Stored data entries
================
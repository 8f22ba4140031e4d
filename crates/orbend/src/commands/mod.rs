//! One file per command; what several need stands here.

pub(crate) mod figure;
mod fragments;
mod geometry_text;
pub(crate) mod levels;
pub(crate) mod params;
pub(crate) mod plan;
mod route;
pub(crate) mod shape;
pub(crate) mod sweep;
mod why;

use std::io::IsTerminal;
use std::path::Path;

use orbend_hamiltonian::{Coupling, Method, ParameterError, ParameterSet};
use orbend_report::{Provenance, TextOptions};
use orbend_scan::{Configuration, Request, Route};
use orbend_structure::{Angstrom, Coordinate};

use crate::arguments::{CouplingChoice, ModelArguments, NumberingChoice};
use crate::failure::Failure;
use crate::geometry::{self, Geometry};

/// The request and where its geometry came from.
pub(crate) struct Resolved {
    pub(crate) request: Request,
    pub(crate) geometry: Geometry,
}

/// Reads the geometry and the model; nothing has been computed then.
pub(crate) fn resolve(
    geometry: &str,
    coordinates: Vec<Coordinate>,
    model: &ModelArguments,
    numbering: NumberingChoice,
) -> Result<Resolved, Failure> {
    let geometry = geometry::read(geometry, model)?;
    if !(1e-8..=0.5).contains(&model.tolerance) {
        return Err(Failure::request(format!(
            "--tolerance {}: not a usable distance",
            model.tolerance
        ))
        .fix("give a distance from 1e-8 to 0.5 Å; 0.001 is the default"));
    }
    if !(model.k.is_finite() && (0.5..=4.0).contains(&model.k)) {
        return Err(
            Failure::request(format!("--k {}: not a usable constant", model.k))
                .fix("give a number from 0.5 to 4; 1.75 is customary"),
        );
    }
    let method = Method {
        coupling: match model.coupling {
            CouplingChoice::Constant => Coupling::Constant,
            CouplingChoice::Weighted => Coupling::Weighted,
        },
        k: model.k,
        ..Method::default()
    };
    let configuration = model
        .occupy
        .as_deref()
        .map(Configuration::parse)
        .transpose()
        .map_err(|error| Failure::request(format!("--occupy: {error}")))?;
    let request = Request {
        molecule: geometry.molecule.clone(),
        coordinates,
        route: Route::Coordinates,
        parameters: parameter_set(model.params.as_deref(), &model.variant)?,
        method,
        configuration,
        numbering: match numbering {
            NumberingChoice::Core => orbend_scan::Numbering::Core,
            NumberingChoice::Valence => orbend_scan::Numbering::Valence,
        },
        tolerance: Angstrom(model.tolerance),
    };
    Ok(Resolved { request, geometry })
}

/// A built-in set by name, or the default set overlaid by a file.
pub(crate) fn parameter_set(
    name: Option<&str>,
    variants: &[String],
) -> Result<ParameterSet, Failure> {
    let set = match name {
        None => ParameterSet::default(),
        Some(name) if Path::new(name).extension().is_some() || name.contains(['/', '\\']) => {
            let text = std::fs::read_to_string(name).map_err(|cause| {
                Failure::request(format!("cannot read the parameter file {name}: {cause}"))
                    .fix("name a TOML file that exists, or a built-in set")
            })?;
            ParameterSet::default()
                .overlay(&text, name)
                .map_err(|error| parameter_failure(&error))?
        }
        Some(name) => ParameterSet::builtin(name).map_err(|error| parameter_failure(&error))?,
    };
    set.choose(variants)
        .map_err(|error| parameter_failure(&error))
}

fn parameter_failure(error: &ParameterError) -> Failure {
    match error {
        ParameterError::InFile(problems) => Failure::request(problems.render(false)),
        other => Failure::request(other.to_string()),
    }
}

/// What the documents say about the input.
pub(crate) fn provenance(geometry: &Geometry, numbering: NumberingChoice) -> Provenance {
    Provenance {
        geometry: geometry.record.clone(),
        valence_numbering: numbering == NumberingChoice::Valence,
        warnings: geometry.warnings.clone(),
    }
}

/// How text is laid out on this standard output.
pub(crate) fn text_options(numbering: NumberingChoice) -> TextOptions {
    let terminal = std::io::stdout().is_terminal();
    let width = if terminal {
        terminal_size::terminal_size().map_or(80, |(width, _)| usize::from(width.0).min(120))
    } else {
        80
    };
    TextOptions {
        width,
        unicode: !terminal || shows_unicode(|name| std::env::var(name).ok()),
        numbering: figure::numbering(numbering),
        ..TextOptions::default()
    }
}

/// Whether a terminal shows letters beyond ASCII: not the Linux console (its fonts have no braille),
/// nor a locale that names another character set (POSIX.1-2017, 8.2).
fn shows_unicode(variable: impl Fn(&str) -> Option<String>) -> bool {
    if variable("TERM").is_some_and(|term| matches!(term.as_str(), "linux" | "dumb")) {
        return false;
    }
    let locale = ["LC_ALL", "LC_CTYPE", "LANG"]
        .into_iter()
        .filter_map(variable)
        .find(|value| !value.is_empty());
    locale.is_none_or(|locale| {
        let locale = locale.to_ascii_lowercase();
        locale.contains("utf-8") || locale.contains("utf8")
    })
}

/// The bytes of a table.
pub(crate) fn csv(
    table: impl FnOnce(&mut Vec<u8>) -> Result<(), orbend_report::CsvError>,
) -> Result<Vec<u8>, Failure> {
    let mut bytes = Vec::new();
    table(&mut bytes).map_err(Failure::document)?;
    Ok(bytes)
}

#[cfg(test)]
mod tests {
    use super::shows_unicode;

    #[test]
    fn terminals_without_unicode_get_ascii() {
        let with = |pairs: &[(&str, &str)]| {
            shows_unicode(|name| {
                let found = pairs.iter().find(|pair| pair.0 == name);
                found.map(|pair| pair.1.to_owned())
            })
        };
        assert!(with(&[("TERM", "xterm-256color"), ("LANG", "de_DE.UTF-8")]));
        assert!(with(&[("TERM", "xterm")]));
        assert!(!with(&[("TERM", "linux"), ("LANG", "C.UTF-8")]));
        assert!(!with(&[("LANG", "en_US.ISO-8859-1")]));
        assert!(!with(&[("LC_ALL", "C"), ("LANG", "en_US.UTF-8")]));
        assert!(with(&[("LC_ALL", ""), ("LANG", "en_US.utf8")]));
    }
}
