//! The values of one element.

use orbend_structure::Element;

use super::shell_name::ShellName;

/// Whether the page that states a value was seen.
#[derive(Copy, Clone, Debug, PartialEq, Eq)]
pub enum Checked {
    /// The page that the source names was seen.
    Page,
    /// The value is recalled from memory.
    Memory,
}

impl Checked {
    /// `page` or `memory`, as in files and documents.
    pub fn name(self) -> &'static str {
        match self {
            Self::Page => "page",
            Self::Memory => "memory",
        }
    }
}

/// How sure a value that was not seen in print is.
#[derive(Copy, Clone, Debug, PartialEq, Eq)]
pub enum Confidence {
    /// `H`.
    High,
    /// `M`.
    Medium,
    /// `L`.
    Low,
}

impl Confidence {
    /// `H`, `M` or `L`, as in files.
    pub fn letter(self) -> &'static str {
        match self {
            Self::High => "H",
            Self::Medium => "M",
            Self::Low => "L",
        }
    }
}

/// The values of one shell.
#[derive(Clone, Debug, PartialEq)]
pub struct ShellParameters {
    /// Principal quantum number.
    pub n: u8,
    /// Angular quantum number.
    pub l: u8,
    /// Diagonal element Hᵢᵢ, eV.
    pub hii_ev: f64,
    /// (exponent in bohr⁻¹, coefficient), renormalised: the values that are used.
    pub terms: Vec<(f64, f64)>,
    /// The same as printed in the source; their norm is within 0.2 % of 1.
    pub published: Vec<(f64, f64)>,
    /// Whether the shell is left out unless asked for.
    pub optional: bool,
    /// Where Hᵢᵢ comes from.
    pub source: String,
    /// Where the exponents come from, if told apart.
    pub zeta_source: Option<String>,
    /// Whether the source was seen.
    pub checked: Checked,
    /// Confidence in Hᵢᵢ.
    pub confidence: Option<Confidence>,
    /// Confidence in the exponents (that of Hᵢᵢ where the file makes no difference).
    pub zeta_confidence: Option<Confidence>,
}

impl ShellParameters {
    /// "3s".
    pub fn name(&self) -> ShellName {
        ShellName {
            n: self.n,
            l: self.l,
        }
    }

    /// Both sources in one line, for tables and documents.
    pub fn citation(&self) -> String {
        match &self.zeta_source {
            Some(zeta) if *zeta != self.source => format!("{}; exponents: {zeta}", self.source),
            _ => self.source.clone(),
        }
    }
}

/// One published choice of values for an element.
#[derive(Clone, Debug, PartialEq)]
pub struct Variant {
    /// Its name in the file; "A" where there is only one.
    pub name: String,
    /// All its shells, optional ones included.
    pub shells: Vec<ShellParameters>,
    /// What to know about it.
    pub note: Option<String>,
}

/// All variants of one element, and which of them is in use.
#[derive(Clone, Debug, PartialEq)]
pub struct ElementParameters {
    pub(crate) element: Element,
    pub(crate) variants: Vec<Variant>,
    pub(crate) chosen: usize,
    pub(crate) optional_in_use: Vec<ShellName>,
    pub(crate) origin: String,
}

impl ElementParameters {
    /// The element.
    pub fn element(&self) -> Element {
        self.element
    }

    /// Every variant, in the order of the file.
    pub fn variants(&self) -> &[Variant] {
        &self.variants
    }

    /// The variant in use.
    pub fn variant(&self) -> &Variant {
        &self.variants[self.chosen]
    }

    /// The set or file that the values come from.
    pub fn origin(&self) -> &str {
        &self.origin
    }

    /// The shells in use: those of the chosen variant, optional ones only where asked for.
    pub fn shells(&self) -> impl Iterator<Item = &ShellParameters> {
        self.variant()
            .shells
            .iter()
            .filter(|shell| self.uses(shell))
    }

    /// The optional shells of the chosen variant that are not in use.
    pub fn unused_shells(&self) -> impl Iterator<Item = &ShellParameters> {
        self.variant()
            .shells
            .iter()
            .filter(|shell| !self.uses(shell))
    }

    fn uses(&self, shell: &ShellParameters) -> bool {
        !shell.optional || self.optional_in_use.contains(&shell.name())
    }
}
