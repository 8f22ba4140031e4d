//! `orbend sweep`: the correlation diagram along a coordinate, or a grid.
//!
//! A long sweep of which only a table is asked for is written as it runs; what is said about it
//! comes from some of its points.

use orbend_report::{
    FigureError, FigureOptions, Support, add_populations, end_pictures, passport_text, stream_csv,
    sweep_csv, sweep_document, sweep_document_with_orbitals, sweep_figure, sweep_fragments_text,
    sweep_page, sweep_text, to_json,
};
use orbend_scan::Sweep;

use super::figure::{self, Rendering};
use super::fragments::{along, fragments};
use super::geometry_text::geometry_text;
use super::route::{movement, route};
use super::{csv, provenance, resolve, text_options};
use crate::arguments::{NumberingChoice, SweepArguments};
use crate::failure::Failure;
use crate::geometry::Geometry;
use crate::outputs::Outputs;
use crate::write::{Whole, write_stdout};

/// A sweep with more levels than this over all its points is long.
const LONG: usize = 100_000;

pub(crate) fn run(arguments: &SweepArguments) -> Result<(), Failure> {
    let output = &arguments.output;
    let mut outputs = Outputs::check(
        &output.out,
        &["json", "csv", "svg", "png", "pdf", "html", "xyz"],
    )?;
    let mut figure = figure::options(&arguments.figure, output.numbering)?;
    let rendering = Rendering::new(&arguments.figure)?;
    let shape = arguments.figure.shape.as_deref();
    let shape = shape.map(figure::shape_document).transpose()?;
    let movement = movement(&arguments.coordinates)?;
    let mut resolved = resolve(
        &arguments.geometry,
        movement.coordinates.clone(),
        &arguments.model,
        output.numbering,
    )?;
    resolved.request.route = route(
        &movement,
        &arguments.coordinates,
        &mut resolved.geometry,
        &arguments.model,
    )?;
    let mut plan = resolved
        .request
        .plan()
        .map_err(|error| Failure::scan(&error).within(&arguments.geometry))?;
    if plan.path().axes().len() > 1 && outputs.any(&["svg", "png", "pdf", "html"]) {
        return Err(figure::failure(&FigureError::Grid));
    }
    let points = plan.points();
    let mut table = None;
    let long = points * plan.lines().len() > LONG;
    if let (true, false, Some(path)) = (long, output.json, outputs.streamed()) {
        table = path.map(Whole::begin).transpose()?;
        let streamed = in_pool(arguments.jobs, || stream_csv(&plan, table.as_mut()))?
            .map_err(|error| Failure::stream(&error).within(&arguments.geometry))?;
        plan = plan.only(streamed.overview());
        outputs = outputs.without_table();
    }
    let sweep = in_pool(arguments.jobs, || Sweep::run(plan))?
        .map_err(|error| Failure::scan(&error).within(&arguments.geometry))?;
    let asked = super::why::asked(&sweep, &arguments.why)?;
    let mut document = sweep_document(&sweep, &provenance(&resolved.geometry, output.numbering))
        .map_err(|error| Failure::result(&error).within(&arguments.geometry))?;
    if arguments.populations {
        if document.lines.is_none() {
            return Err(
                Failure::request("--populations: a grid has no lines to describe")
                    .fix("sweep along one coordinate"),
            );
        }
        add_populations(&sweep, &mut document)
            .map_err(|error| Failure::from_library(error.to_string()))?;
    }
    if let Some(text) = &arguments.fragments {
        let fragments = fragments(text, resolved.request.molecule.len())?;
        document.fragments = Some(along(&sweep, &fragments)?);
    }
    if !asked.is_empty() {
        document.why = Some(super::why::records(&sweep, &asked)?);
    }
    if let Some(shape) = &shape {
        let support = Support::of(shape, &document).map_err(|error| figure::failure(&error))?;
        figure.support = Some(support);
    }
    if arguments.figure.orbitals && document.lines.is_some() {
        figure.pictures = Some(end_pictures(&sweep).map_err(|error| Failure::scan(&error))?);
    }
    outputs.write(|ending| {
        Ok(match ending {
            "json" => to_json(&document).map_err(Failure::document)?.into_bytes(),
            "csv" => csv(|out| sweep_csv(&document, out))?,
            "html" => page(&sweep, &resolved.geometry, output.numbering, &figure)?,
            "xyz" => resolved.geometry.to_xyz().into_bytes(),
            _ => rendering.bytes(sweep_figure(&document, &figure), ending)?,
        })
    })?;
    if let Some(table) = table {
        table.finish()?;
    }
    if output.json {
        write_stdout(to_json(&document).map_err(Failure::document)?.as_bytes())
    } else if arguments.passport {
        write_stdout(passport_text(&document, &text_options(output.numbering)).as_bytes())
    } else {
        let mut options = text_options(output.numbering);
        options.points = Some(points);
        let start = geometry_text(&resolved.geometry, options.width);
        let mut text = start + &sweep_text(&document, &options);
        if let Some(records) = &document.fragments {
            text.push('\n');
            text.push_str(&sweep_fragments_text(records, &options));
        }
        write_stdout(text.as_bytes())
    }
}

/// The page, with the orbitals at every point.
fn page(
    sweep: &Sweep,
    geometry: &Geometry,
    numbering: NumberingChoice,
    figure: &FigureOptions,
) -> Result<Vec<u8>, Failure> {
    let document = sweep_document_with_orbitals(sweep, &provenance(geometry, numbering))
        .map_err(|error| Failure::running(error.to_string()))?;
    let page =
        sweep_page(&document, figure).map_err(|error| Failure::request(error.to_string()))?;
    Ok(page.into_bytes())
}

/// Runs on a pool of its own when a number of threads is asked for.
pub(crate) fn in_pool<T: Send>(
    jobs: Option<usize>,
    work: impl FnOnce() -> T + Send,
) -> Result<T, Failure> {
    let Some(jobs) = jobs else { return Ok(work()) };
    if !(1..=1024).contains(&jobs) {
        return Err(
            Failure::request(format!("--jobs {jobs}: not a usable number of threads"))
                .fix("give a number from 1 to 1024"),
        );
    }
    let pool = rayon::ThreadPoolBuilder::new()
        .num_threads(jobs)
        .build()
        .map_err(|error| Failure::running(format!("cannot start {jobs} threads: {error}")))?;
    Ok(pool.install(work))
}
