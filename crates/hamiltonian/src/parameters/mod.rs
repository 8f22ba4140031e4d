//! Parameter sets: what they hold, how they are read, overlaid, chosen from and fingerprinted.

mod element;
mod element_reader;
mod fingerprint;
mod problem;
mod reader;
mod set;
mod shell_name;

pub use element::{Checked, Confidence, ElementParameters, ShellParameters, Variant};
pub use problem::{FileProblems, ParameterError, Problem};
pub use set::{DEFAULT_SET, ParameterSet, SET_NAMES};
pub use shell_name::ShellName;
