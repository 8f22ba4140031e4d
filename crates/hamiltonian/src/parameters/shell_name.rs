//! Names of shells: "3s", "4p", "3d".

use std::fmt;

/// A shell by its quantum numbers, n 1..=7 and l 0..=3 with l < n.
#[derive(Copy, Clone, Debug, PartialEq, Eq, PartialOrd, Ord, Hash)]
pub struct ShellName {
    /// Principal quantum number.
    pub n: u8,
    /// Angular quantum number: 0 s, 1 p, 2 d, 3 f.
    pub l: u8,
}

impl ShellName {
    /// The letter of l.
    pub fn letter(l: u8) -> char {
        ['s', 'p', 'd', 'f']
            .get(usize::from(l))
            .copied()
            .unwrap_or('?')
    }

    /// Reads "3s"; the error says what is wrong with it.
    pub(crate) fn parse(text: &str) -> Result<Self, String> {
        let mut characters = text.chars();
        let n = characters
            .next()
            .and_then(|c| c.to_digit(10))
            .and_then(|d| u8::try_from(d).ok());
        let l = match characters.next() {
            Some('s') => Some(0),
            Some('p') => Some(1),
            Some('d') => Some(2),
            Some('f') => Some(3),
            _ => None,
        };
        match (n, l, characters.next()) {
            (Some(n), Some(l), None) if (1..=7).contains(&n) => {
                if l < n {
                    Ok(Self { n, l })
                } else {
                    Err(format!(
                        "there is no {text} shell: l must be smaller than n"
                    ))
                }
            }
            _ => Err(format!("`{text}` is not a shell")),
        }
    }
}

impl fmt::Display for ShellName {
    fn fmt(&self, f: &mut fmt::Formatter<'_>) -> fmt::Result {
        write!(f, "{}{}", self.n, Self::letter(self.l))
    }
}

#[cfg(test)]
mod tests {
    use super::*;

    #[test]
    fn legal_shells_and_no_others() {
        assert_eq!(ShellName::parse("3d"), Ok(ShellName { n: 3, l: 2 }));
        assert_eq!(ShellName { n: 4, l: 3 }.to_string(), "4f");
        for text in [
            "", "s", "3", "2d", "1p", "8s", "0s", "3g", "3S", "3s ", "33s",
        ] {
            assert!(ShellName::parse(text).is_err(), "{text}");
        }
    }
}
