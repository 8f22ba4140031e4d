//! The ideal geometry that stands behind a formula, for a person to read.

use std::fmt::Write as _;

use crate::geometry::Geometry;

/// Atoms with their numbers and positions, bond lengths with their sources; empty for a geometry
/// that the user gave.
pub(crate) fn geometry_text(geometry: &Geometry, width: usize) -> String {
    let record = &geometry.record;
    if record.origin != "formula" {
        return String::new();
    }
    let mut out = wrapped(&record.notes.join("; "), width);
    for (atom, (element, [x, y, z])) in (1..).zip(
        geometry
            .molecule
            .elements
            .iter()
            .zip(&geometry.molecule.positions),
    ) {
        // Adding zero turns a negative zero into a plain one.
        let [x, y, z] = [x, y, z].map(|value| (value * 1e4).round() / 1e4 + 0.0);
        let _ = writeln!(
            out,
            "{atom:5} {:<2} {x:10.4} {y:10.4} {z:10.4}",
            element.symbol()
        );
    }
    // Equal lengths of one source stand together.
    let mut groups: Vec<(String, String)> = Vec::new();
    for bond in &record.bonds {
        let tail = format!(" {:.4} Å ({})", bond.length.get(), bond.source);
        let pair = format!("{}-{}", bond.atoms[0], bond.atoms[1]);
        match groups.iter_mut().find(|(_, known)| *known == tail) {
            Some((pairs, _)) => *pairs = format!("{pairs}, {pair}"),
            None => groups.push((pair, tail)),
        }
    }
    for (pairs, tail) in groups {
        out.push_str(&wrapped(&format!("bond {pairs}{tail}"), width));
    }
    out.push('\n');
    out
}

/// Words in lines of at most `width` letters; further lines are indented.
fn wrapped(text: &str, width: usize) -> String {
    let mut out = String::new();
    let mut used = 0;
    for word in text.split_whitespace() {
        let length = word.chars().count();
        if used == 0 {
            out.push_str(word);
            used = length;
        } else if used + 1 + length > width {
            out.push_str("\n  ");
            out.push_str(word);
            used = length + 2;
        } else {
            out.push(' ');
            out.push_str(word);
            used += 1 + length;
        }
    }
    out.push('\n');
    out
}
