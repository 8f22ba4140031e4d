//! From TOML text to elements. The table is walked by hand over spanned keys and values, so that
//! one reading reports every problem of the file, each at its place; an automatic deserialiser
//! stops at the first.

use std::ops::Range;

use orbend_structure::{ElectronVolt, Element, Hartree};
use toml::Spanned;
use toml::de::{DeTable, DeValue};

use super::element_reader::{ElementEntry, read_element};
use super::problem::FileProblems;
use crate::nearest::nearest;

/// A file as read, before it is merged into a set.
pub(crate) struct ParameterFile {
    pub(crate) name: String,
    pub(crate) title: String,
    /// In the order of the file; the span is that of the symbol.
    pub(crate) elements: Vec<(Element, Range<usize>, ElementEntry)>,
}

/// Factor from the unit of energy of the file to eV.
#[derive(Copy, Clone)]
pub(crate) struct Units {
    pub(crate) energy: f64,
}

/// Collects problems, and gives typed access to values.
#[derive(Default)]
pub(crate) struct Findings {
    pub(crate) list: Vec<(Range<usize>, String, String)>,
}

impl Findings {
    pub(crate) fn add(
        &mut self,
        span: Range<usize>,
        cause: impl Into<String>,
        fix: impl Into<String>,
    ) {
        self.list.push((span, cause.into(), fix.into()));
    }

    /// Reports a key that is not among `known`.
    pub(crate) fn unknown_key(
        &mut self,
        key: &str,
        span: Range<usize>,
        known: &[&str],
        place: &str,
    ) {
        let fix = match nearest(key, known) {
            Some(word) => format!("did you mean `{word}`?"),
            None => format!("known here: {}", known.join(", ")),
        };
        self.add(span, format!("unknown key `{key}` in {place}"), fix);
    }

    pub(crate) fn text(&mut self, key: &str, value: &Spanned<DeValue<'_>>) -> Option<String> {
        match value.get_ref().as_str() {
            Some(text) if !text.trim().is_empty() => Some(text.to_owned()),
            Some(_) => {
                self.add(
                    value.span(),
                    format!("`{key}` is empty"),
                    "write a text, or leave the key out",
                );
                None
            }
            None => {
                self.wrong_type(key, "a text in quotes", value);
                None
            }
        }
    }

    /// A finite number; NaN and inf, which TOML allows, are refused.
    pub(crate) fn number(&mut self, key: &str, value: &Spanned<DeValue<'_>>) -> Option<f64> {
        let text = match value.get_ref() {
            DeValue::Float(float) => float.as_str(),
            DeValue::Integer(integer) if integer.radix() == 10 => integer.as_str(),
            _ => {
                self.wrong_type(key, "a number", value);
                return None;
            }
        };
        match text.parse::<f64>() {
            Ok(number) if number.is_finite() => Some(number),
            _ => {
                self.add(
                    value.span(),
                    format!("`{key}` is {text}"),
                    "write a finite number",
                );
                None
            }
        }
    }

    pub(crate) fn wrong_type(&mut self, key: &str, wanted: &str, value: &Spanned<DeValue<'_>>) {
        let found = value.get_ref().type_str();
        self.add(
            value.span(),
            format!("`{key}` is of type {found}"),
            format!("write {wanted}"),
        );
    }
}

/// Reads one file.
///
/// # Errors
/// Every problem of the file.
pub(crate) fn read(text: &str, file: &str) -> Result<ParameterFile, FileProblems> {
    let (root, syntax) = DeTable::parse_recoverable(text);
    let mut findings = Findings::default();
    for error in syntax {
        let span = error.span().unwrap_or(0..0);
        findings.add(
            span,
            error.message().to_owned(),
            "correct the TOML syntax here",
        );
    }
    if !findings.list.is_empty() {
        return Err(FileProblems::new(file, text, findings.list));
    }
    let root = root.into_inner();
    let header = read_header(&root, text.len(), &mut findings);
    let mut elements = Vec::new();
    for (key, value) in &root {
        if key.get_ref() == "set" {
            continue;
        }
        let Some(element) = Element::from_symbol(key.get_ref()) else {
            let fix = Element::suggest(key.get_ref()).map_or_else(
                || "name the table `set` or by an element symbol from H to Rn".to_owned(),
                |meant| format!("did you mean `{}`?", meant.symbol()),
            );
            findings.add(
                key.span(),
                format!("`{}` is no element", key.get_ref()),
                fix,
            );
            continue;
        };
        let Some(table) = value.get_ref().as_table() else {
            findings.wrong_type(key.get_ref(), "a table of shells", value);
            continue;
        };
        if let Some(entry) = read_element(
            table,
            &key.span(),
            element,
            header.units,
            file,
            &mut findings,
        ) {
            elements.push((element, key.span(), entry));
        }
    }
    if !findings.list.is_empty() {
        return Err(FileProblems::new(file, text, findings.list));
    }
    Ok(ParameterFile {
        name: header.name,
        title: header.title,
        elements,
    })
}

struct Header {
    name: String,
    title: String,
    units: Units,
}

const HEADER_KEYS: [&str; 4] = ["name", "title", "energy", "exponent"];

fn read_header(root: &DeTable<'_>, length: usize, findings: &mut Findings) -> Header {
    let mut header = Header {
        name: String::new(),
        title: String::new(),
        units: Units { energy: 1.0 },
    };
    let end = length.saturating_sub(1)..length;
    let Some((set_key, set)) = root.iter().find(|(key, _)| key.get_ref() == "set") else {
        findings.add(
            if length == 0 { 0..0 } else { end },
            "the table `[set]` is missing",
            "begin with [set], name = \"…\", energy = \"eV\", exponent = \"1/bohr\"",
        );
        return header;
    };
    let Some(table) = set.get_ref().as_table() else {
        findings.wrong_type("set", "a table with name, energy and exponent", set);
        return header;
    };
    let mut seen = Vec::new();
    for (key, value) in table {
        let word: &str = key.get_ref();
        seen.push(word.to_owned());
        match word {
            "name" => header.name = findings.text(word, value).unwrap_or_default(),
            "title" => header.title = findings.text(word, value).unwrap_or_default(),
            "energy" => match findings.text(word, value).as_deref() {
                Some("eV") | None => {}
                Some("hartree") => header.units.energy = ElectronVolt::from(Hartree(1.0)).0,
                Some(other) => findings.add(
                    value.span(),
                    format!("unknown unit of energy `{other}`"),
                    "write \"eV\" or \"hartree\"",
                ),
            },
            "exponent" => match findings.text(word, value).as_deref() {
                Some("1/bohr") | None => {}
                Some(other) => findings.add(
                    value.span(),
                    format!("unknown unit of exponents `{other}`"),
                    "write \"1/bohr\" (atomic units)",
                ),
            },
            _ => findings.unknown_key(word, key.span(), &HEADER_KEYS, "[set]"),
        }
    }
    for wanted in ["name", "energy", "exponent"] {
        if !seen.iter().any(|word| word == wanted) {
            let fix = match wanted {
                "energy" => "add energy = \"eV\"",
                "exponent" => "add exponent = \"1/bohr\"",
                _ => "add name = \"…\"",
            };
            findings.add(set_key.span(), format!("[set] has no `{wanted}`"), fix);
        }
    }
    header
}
================
Work request: Say how many lines of the records contain the word "comes", and give no other output.

Completed task: 2